Results are displayed in Fig. ED1. With l ≥ 1,024, the average transfer index with random trees is surprisingly close to the upper bound p − 1, and the approximation is already satisfying with l = 128. Moreover, the results are nearly the same for the four random tree models, suggesting that the property holds in a number of settings. As expected, the approximation is better with small p. Indeed, remember that the upper bound p − 1 is obtained with a trivial bipartition b* made of a unique taxon belonging to the light side of b. When a cherry in T* contains two taxa from the light side of b, then ϕ(b,T*) ≤ p − 2. Similar deviations are observed with subtrees in T* containing a large fraction of taxa belonging to the light side of b. The larger p, the higher the probability for such event to occur. Note, however, that large values of p (i.e. p ≈ 2) are relatively rare for most tree models (e.g. Yule-Harding). Looking at the distribution of TBE, we see that having TBE larger than a moderate threshold (say 50%) is very unlikely, even with 16 taxa, thus explaining that TBE rarely supports poor branches with real and simulated data (Fig. 2c–d, ED2–ED3, ED7–ED8).
Software programs, web server
We developed several tools to compute the transfer bootstrap. We first implemented a command line tool in C, “Booster”, available at https://github.com/evolbioinfo/booster. This tool computes TBE as well as FBP supports, and the stability scores of the taxa (globally or per branch). It takes two files as input: (1) a reference tree file in Newick format, and (2) a bootstrap tree file in Newick format, containing all bootstrap trees. A number of software programs can be used to infer trees from MSAs and produce these reference and bootstrap files in the desired format, such as RAxML, FastTree and PhyML, as used in this article, and many others (see examples in Booster GitHub repository).
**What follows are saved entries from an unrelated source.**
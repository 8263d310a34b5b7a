"""Fuel pump sizing: the system curve, a gear pump with its DC motor, operating points.

Floor: the engine's parts (uses the ground floor).

System curve
------------
Pressure the pump must hold at its outlet to push a flow into the engine::

    p_out = (p_case + Δp_needles + Δp_line + Δp_filter + Δp_valves
             + ρ g n h) (1 + margin) + p_inlet

with ``h`` the height of the injectors above the tank (the fuel is lifted)
and ``n`` the manoeuvre load factor in g.

Pump and motor
--------------
A gear pump delivers its displacement D per radian less a laminar slip
through the tooth-tip and side clearances (Wilson 1950)::

    Q = D ω - K_s Δp / μ            (K_s = Σ b h³ / 12 L of the gaps [m³])

and needs the torque T = D Δp + T_f (pressure torque plus friction).  Its
permanent-magnet DC motor obeys V = R I + k ω and T = k I.  Eliminating ω
and I gives the terminal relation used everywhere here::

    V = R I_f + Q / φ + R φ Δp + K_s Δp / (φ μ)

with φ = D / k the ideal flow per volt of back-EMF [m³/(V s)] and
I_f = T_f / k the friction (no-load) current [A].  Flow, pressure and voltage
measured at the terminals fix φ, R, I_f and K_s; D, k and T_f separately
need the motor constant (from its speed constant Kv), which is optional.
R (the motor) and K_s (the pump's slip) both add a pressure term; they part
only through the viscosity — test points at two or more fuel temperatures —
or when the builder measures R across the motor terminals.  A fit from one
temperature without R is kept as a lumped pressure coefficient and refuses
to predict at another viscosity.

References
----------
.. [1] W. E. Wilson, "Performance criteria for positive displacement pumps
   and fluid motors", Trans. ASME 71 (1949) 115-120: slip flow ∝ Δp/μ,
   torque = DΔp + viscous + Coulomb friction.
.. [2] H. E. Merritt, "Hydraulic Control Systems", Wiley 1967, §3.8 (pump
   leakage coefficients, laminar leakage through clearances).
.. [3] A. E. Fitzgerald, C. Kingsley and S. D. Umans, "Electric Machinery",
   6th ed., McGraw-Hill 2003, §7.2 (DC machine: E = k ω, T = k I).
.. [4] D. M. Bates and D. G. Watts, "Nonlinear Regression Analysis and Its
   Applications", Wiley 1988, §2.3 (parameter standard errors from the
   Jacobian).
"""

from __future__ import annotations

from dataclasses import dataclass, field, replace

import numpy as np

from fuelsys.constants import G0
from fuelsys.errors import FuelsysInputError, warn_validity
from fuelsys.arrays import as_float as _out
from fuelsys.arrays import checked_array as _arr

#: fewest test points a pump fit accepts
MIN_POINTS = 4
#: condition number of the column-scaled Jacobian above which a fit is refused
MAX_CONDITION = 1.0e7
#: relative standard error of a fitted coefficient above which the fit is refused
MAX_RELATIVE_ERROR = 1.0
#: relative standard error of the resistance or the slip above which the two are not taken as parted
#: (the fit then keeps their combined pressure coefficient and says so); a judgement, no source
SPLIT_MAX_RELATIVE_ERROR = 0.3




# -- system curve -------------------------------------------------------------------
def head_pressure(height, density, g_load=1.0):
    """Pressure to lift fuel ``height`` under a load factor, ρ g n h.

    Parameters
    ----------
    height : array_like
        Injectors above the tank (negative: below) [m]
    density : array_like
        Fuel density [kg/m³]
    g_load : array_like
        Load factor n along the lift (1 at rest, manoeuvre g in flight) [-]

    Returns
    -------
    float or ndarray
        Pressure [Pa]

    References
    ----------
    Hydrostatics, p = ρ g h, with the apparent gravity n g0; g0 = 9.80665 m/s².

    Examples
    --------
    >>> round(head_pressure(0.3, 800.0, 3.0))
    7061
    """
    h = _arr(height, "head", "m")
    rho = _arr(density, "density", "kg/m³", positive=True)
    n = _arr(g_load, "g load", "-", nonneg=True)
    return _out(rho * G0 * n * h)


def system_pressure(case_pressure, needle_dp, line_dp, *, density, head=0.0, g_load=1.0,
                    margin_pct=0.0, filter_dp=0.0, valve_dp=0.0):
    """Pump outlet pressure the fuel system needs (the system curve, point by point).

    The outlet pressure needed does not depend on what is at the pump's inlet;
    the pump must raise the pressure by this much over a vented tank at pump
    level (the pump model's test pressures are likewise rises over an inlet at
    0 bar gauge).

    Parameters
    ----------
    case_pressure : array_like
        Combustor case pressure [Pa gauge]
    needle_dp : array_like
        Pressure drop across manifold and needles at the flow [Pa]
    line_dp : array_like
        Pressure drop of the line from pump to manifold [Pa]
    density : array_like
        Fuel density [kg/m³]
    head : array_like
        Injectors above the tank [m]
    g_load : array_like
        Manoeuvre load factor along the lift [-]
    margin_pct : array_like
        Safety margin on the total [%]
    filter_dp : array_like
        Filter pressure drop [Pa]
    valve_dp : array_like
        Valve (solenoid, check) pressure drops [Pa]

    Returns
    -------
    float or ndarray
        Pump outlet pressure needed [Pa gauge]

    References
    ----------
    Sum of series losses (steady incompressible flow, Bernoulli with losses),
    e.g. White, "Fluid Mechanics", 7th ed., McGraw-Hill 2011, §6.9.

    Examples
    --------
    >>> round(system_pressure(1.8e5, 1.2e5, 0.2e5, density=800.0, margin_pct=10) / 1e5, 3)
    3.52
    """
    pc = _arr(case_pressure, "case pressure", "Pa", nonneg=True)
    dn = _arr(needle_dp, "needle pressure drop", "Pa", nonneg=True)
    dl = _arr(line_dp, "line pressure drop", "Pa", nonneg=True)
    df = _arr(filter_dp, "filter pressure drop", "Pa", nonneg=True)
    dv = _arr(valve_dp, "valve pressure drop", "Pa", nonneg=True)
    m = _arr(margin_pct, "margin", "%", nonneg=True)
    total = pc + dn + dl + df + dv + np.asarray(head_pressure(head, density, g_load))
    return _out(total * (1.0 + m / 100.0))


# -- pump model ----------------------------------------------------------------------
@dataclass(frozen=True)
class GearPump:
    """A gear pump with its DC motor, in the identifiable terminal coefficients.

    Attributes
    ----------
    phi : float
        Ideal flow per volt of back-EMF, D/k [m³/(V s)].
    winding_ohm : float
        Motor winding (plus brush and lead) resistance R [Ω]; NaN when the
        fit could not part it from the slip.
    friction_current : float
        Current to overcome friction, T_f/k [A]; NaN when not parted.
    slip : float
        Laminar slip coefficient K_s, slip flow = K_s Δp / μ [m³]; NaN when
        not parted.
    v0 : float
        R I_f, the voltage intercept [V].
    dp_volts : float
        Volts per pascal at the fit viscosity, R φ + K_s/(φ μ_fit) [V/Pa].
    mu_fit : float
        Viscosity the lumped coefficient belongs to; NaN when the split is
        known and any viscosity is allowed [Pa s].
    motor_k : float
        Motor constant k [V s/rad = N m/A]; NaN unless Kv was given.
    """

    phi: float
    winding_ohm: float
    friction_current: float
    slip: float
    v0: float
    dp_volts: float
    mu_fit: float = float("nan")
    motor_k: float = float("nan")
    #: lowest and highest voltage of the test points the pump was fitted to; NaN when unknown [V]
    v_tested: tuple = (float("nan"), float("nan"))

    def flag_untested(self, volts) -> None:
        """Warn (ValidityWarning) where ``volts`` [V] lies outside the tested voltages: an extrapolation."""
        lo, hi = self.v_tested
        if np.isfinite(lo) and np.isfinite(hi):
            warn_validity("pump fit (voltages of its test points)", "motor voltage", volts, lo, hi, "V")

    @classmethod
    def physical(cls, phi, winding_ohm, friction_current, slip, motor_k=float("nan")):
        """A pump from its physical coefficients (resistance and slip known apart).

        Parameters
        ----------
        phi : float
            Ideal flow per volt D/k [m³/(V s)]
        winding_ohm : float
            Winding resistance [Ω]
        friction_current : float
            Friction current T_f/k [A]
        slip : float
            Laminar slip coefficient K_s [m³]
        motor_k : float
            Motor constant, NaN when unknown [V s/rad]

        Returns
        -------
        GearPump
            The pump [-]

        Examples
        --------
        >>> GearPump.physical(4e-7, 1.0, 0.4, 2e-15).v0
        0.4
        """
        phi, r, i_f, ks = (float(x) for x in (phi, winding_ohm, friction_current, slip))
        for name, val in (("phi", phi), ("winding_ohm", r), ("friction_current", i_f), ("slip", ks)):
            if not np.isfinite(val) or val < 0 or (name == "phi" and val == 0):
                raise FuelsysInputError(f"pump coefficient {name} must be a finite number >= 0 (phi > 0); got {val}")
        return cls(phi=phi, winding_ohm=r, friction_current=i_f, slip=ks, v0=r * i_f, dp_volts=r * phi,
                   mu_fit=float("nan"), motor_k=float(motor_k))

    @property
    def separable(self) -> bool:
        """True when resistance and slip are known apart (any viscosity allowed)."""
        return bool(np.isfinite(self.slip))

    @property
    def displacement(self) -> float:
        """Displacement per radian D = φ k [m³/rad] (NaN without Kv)."""
        return self.phi * self.motor_k

    def _dp_coef(self, mu):
        mu = _arr(mu, "viscosity", "Pa s", positive=True)
        if self.separable:
            return self.winding_ohm * self.phi + self.slip / (self.phi * mu)
        if np.any(np.abs(mu / self.mu_fit - 1.0) > 1e-3):
            raise FuelsysInputError(
                "this pump fit was made at one fuel temperature without the winding resistance, so it cannot "
                f"tell motor losses from pump slip and holds only at its test viscosity "
                f"({self.mu_fit * 1e3:.3g} mPa s, got {float(np.ravel(mu)[0]) * 1e3:.3g}); give winding_ohm "
                "(measured across the motor terminals) or test at two or more fuel temperatures")
        return np.full(mu.shape, self.dp_volts)

    def volts(self, flow, dp, mu):
        """Terminal voltage for a volume flow against a pressure rise.

        Parameters
        ----------
        flow : array_like
            Volume flow delivered [m³/s]
        dp : array_like
            Pressure rise outlet minus inlet [Pa]
        mu : array_like
            Fuel dynamic viscosity [Pa s]

        Returns
        -------
        float or ndarray
            Voltage [V]

        References
        ----------
        Wilson (1949) slip model with a DC motor (module docstring).

        Examples
        --------
        >>> p = GearPump.physical(4e-7, 1.0, 0.4, 2e-15)
        >>> round(p.volts(5e-6, 3e5, 1.5e-3), 2)
        14.02
        """
        q = _arr(flow, "flow", "m³/s", nonneg=True)
        dp = _arr(dp, "pressure rise", "Pa")
        return _out(self.v0 + q / self.phi + self._dp_coef(mu) * dp)

    def flow(self, volts, dp, mu):
        """Volume flow at a voltage against a pressure rise (0 where it cannot flow).

        Parameters
        ----------
        volts : array_like
            Terminal voltage [V]
        dp : array_like
            Pressure rise outlet minus inlet [Pa]
        mu : array_like
            Fuel dynamic viscosity [Pa s]

        Returns
        -------
        float or ndarray
            Volume flow [m³/s]

        References
        ----------
        Wilson (1949) slip model with a DC motor (module docstring).

        Examples
        --------
        >>> p = GearPump.physical(4e-7, 1.0, 0.4, 2e-15)
        >>> round(p.flow(14.02, 3e5, 1.5e-3) * 6e7)  # mL/min
        300
        """
        v = _arr(volts, "voltage", "V", nonneg=True)
        dp = _arr(dp, "pressure rise", "Pa")
        q = self.phi * (v - self.v0 - self._dp_coef(mu) * dp)
        return _out(np.maximum(q, 0.0))

    def current(self, dp):
        """Motor current at a pressure rise, I = φ Δp + I_f (needs the split).

        Parameters
        ----------
        dp : array_like
            Pressure rise [Pa]

        Returns
        -------
        float or ndarray
            Current [A]

        References
        ----------
        DC machine T = k I (Fitzgerald et al. 2003 §7.2) with T = DΔp + T_f.

        Examples
        --------
        >>> round(GearPump.physical(4e-7, 1.0, 0.4, 2e-15).current(3e5), 3)
        0.52
        """
        if not self.separable:
            raise FuelsysInputError("motor current needs the winding resistance apart from the slip; "
                                    "give winding_ohm or test at two fuel temperatures")
        return _out(self.phi * _arr(dp, "pressure rise", "Pa") + self.friction_current)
We also developed “BoosterWeb” (http://booster.c3bi.pasteur.fr), a freely available web interface, which allows users to compute bootstrap supports (TBE and FBP) easily without installing any tool on their own computer. Computations are launched on the Institut Pasteur cluster throughout a Galaxy instance. As for the command line tool, an option is to input reference and bootstrap trees inferred using any phylogenetic program. Another option is to upload an MSA and then run PhyML-SMS40 (medium-size data sets) or FastTree (large data sets) to infer the trees. We propose a basic visualization of the resulting tree highlighting highly supported branches at a given threshold. The resulting tree can be uploaded in one-click on iTOL41 for further manipulation. Moreover, BoosterWeb is self-contained and can be easily installed on any desktop computer (Windows, MacOS, and Linux) by downloading the BoosterWeb executable.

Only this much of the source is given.